Task prompt — If a line comes after the one containing "using Vertex = boost::graph_traits<Graph>::vertex_descriptor;", leave it out; copy every line before it, and that line too, exactly as written, starting from the first line of the entries.

Source data —
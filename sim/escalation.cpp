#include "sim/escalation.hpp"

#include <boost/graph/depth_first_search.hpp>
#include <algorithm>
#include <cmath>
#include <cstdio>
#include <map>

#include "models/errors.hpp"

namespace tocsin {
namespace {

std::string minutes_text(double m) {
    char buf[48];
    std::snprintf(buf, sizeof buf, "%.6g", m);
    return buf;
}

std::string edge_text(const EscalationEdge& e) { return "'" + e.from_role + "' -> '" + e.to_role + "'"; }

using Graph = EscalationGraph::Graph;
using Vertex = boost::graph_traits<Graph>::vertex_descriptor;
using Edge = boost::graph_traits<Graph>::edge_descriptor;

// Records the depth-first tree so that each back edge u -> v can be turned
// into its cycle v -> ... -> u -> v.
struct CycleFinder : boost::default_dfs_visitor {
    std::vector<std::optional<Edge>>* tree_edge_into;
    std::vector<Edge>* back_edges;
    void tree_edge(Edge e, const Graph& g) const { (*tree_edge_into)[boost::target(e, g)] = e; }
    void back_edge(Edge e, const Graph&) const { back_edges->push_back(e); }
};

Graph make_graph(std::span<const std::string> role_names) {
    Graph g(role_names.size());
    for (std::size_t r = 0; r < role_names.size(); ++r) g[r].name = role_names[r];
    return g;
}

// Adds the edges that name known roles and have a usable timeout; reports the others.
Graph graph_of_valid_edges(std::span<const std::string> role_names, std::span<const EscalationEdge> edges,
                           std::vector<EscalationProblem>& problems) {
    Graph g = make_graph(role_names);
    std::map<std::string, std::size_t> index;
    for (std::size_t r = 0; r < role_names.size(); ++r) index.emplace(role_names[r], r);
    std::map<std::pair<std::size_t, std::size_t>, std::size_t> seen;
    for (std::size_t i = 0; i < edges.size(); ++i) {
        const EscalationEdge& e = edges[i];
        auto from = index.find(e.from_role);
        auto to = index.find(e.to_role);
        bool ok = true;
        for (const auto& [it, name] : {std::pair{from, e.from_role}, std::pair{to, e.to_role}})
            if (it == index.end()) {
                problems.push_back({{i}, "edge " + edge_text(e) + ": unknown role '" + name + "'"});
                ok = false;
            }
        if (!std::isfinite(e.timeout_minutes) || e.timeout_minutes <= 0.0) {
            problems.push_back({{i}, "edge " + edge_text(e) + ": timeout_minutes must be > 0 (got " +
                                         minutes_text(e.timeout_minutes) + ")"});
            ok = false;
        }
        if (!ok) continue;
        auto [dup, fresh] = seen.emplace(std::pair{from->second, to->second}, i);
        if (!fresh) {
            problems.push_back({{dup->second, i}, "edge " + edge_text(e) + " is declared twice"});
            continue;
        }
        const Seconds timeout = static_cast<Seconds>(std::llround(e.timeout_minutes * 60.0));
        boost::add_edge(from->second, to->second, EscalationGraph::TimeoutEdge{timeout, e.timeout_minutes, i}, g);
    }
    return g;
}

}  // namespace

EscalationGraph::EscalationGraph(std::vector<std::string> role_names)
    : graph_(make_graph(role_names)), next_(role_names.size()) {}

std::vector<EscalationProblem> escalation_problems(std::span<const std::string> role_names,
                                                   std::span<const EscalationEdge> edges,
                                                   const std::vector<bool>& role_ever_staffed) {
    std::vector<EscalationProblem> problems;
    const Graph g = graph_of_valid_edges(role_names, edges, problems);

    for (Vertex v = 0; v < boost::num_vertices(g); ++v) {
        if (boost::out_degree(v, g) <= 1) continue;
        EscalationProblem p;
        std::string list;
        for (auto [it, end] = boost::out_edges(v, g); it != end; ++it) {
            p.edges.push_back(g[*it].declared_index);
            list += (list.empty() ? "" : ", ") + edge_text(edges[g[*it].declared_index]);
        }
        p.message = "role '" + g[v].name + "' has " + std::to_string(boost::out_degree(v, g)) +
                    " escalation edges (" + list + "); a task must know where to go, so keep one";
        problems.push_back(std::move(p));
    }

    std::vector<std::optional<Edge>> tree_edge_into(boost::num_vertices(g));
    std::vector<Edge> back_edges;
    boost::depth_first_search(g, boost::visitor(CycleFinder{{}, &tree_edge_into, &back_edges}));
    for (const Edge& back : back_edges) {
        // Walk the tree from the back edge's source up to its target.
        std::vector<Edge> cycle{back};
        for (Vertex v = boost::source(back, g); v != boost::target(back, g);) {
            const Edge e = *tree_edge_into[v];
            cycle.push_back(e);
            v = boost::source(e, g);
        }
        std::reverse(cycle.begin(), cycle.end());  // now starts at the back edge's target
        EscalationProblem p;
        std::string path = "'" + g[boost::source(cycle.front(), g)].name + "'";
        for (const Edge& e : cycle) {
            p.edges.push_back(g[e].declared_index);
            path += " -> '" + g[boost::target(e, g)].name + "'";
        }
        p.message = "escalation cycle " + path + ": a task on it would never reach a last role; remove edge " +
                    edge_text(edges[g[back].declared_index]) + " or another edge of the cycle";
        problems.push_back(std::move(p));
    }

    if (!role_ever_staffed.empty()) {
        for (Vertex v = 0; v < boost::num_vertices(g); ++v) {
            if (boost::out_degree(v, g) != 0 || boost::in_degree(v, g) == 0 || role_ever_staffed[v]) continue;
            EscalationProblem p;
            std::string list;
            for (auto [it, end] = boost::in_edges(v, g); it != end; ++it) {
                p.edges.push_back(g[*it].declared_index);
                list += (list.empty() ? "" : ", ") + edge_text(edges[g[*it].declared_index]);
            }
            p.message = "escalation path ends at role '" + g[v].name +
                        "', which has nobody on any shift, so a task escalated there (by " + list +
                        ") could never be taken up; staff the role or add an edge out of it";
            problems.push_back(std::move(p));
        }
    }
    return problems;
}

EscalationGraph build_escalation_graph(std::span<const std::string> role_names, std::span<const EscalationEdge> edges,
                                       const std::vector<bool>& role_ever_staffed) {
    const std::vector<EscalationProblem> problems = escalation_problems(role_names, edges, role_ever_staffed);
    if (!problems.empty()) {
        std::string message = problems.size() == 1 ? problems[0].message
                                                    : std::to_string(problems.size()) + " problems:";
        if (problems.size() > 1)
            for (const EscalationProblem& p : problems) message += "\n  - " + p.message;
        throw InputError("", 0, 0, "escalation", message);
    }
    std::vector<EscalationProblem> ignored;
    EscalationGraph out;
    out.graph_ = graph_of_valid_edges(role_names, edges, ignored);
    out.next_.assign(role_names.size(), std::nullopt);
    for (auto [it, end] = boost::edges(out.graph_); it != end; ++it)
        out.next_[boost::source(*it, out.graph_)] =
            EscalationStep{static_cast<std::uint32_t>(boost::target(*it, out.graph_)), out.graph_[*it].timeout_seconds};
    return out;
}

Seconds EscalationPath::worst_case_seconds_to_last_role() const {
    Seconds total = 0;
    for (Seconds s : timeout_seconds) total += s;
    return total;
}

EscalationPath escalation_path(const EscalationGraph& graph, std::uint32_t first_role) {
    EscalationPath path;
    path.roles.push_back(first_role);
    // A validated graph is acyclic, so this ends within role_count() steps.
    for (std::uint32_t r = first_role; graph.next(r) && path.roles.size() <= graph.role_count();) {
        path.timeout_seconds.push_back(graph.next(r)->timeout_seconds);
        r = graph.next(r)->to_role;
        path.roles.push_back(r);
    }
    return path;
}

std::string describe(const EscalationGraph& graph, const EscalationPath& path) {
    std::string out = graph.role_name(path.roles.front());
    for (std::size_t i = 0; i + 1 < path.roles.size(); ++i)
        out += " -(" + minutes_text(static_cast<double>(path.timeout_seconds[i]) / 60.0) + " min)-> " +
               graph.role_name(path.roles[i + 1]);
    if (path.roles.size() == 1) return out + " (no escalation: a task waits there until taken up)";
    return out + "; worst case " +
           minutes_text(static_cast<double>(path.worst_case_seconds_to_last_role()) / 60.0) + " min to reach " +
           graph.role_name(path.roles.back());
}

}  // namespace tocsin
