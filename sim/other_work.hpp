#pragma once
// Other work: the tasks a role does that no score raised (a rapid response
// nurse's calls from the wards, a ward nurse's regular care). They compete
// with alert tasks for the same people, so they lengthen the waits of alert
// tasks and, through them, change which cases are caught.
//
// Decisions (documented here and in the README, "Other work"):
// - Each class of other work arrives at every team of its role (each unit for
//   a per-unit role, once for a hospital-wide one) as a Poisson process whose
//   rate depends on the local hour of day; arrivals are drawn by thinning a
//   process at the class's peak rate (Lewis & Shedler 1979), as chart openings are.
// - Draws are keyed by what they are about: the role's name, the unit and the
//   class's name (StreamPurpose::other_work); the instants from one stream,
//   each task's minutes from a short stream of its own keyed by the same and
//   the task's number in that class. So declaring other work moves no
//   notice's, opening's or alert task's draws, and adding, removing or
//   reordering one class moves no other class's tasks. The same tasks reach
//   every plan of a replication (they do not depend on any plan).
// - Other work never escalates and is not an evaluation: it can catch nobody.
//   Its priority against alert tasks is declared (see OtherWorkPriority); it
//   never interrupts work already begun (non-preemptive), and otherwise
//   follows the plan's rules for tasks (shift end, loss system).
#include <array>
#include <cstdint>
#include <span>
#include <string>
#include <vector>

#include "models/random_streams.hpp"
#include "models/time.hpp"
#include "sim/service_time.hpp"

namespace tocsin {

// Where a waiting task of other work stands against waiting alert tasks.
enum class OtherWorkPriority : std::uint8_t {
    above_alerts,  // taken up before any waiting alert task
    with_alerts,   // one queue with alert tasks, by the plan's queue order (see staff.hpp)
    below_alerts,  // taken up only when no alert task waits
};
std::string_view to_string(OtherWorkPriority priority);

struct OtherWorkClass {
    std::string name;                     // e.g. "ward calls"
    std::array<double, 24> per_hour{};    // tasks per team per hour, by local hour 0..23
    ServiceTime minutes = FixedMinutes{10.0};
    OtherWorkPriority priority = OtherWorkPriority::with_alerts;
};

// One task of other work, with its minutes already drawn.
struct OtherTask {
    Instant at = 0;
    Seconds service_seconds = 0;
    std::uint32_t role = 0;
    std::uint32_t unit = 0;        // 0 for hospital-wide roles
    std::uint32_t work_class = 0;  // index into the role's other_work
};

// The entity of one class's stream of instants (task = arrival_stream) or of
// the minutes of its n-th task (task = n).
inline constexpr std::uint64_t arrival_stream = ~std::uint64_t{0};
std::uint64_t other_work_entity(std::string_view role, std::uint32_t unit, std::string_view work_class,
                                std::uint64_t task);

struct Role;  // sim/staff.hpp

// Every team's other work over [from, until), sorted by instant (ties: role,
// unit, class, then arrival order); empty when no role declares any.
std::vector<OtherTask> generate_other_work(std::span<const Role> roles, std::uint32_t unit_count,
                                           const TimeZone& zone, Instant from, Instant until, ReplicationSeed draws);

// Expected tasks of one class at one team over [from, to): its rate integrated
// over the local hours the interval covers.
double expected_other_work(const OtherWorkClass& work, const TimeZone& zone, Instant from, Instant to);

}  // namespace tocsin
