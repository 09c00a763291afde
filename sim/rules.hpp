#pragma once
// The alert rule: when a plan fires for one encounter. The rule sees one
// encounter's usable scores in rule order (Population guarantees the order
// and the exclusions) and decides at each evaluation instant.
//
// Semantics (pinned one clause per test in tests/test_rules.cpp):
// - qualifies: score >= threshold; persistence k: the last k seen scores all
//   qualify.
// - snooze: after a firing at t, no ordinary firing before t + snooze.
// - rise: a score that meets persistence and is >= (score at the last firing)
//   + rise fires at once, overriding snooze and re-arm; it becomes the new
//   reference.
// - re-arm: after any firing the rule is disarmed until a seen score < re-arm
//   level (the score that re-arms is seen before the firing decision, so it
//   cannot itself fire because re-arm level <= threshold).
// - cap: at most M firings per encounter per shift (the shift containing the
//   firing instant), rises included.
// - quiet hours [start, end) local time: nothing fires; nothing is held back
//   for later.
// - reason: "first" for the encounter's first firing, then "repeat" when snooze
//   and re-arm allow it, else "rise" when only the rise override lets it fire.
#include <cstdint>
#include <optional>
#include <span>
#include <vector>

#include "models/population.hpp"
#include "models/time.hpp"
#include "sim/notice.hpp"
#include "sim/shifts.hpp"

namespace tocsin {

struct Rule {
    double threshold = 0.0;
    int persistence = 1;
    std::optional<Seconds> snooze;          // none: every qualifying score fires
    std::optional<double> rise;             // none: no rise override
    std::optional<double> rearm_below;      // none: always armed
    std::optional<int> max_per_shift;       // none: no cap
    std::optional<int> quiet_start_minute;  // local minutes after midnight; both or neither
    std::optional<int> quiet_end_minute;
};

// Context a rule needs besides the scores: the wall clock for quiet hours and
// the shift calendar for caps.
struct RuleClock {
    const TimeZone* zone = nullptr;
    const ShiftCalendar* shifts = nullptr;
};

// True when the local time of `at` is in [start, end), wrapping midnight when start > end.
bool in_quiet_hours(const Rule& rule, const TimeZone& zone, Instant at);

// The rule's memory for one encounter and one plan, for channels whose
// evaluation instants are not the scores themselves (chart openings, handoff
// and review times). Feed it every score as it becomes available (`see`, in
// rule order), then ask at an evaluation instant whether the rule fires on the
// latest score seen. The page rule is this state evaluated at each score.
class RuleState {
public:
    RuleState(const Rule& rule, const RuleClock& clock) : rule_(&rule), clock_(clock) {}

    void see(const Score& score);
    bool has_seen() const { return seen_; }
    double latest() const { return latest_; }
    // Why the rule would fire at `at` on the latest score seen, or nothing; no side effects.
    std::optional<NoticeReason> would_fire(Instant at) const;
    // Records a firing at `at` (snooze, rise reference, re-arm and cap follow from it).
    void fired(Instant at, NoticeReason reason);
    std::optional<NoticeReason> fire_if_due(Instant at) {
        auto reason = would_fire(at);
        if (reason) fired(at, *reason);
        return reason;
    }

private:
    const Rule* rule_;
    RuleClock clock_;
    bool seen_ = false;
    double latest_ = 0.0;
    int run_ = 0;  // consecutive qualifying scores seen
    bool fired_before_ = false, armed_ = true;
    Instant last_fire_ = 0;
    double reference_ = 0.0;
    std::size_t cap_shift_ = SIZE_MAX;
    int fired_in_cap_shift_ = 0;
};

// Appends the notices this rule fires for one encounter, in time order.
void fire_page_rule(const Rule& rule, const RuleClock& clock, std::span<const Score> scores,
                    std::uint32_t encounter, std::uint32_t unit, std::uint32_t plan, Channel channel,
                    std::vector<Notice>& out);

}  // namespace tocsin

Your response —
filename sim/escalation.cpp
#include "sim/escalation.hpp"

#include <boost/graph/depth_first_search.hpp>
#include <algorithm>
#include <cmath>
#include <cstdio>
#include <map>

#include "models/errors.hpp"

namespace tocsin {
namespace {

std::string minutes_text(double m) {
    char buf[48];
    std::snprintf(buf, sizeof buf, "%.6g", m);
    return buf;
}

std::string edge_text(const EscalationEdge& e) { return "'" + e.from_role + "' -> '" + e.to_role + "'"; }

using Graph = EscalationGraph::Graph;
using Vertex = boost::graph_traits<Graph>::vertex_descriptor;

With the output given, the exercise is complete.